Housing requested we add two additional columns of data: ZoningUG_init (Existing Zoning Use Group) and ZoningUG_prop (Proposed Zoning Use Group) from a cut of the dob_now_applications data we receive directly from DOB. Specifically, DCP housing team asked us to clean the data, put it in an array and get only distinct zoning use group values.

One of the issues that Sam and I went over in review, is that the data is very messy and not necessarily what he was expecting but that the data mirrors whats on dob now website so they are "expected" values in that sense. There are a few things to point out about the data:

This may be obvious but new buildings in DOB now won't have an existing zoning use group...because they didn't exist!
Buildings can have multiple different types of zoning use groups (both initial and proposed)

Some issues with the data we got from DOB

1a could be 1A OR 1-A OR A1 (which are from my understanding the the same zoning use group)
The data wasn't consistently separated by comma's (e.g. 1A & 1b, 2c)
For whatever reason, there are sometimes text/sentences in the column (e.g. 1a, 2c & why does this column contain random text, 10-a)

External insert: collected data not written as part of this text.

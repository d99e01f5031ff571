package raster

import (
	"os"
	"strconv"
	"sync"
	"testing"
	"time"

	"bandfold/bands"
	"bandfold/tiles"
)

// BenchmarkCubeKernel is the integer kernel's figure of make bench: the
// time the kernel alone (bands.AddInt16Tile) takes to form the exact
// co-moments of every pixel of the cube named by BANDFOLD_BENCH_CUBE, in
// learn's tiles, by BANDFOLD_BENCH_WORKERS goroutines (default 2) each
// summing its share of the tiles into an exact accumulator of its own.
// The tiles are read as int16 beforehand, a batch of at most 256 MiB at a
// time (so the 7.5 GB cube of make bench-large fits too), and only the
// kernel's work on each batch is timed: kernel-s is the seconds of one
// pass, reads excluded. Skipped without BANDFOLD_BENCH_CUBE.
//
//	BANDFOLD_BENCH_CUBE=bench-out/cube224.tif go test -run XXX -bench CubeKernel -benchtime 3x ./raster
func BenchmarkCubeKernel(b *testing.B) {
	path := os.Getenv("BANDFOLD_BENCH_CUBE")
	if path == "" {
		b.Skip("set BANDFOLD_BENCH_CUBE to a cube of integer bands, e.g. bench-out/cube224.tif")
	}
	workers, _ := strconv.Atoi(os.Getenv("BANDFOLD_BENCH_WORKERS"))
	workers = max(workers, 1)
	if os.Getenv("BANDFOLD_BENCH_WORKERS") == "" {
		workers = 2
	}
	s, err := Open([]string{path})
	if err != nil {
		b.Fatal(err)
	}
	defer s.Close()
	ir, err := s.NewInt16Reader(1)
	if err != nil {
		b.Fatal(err)
	}
	defer ir.Close()
	tw, th := tiles.SizeFor(s.Width, s.Height, s.BlockW, s.BlockH, s.Len(), tiles.DefaultBudget)
	grid := tiles.NewGrid(s.Width, s.Height, tw, th).All()
	p := s.Len()
	batch := max(1, (256<<20)/(2*p*tw*th))
	accs := make([]*bands.Accumulator, workers)
	for i := range accs {
		accs[i] = bands.NewExactAccumulator(p)
	}
	var kernel time.Duration
	var held []*Int16Tile
	for b.Loop() {
		for start := 0; start < len(grid); start += batch {
			held = held[:0]
			for it, err := range ir.Tiles(b.Context(), grid[start:min(start+batch, len(grid))]) {
				if err != nil {
					b.Fatal(err)
				}
				held = append(held, &Int16Tile{Tile: it.Tile, X: append([]int16(nil), it.X...), Valid: append([]bool(nil), it.Valid...), Shift: it.Shift})
			}
			t0 := time.Now()
			var wg sync.WaitGroup
			for w := range workers {
				wg.Go(func() {
					for k := w; k < len(held); k += workers {
						accs[w].AddInt16Tile(held[k].X, held[k].Valid, held[k].Shift)
					}
				})
			}
			wg.Wait()
			kernel += time.Since(t0)
		}
	}
	b.ReportMetric(kernel.Seconds()/float64(b.N), "kernel-s")
	b.ReportMetric(float64(s.Width*s.Height)*float64(b.N)/kernel.Seconds()/1e6, "Mpx/s")
}

// BenchmarkInt16TileFloat64: a 7-band 512 x 512 tile turned into float64
// pixel-major values in the map pass's chunks of 2,048 pixels.
func BenchmarkInt16TileFloat64(b *testing.B) {
	const p, side, chunk = 7, 512, 2048
	it := &Int16Tile{X: make([]int16, p*side*side), Shift: make([]int32, p)}
	it.Tile.W, it.Tile.H = side, side
	for i := range it.X {
		it.X[i] = int16(i * 7)
	}
	dst := make([]float64, p*chunk)
	b.SetBytes(int64(len(it.X)) * 2)
	for b.Loop() {
		for lo := 0; lo < side*side; lo += chunk {
			it.Float64(dst, lo, lo+chunk)
		}
	}
}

I tried to take care of these use cases with the code but if there are any additional suggestions, would be interested in hearing them.

Testing Code

To test the data, you will have to set the version of dob_now_applications to 20221001. This dataset was not ingested through data library as latest as we are not sure if this will be the "stable" data moving forward and we don't have an updated dob_now_permits data from DOB (this is important because we want dob_now data to be synced/up to date with each other).

The new logic was added to the sql/now/_init.sql script where the dob_now_applications data is transformed. Dummy columns of the same name were also added to sql/bis/_init.sql in order to successfully implement the UNION in the sql/_init.sql. After that all the columns were added to the necessary intermediary tables and the final devdb output.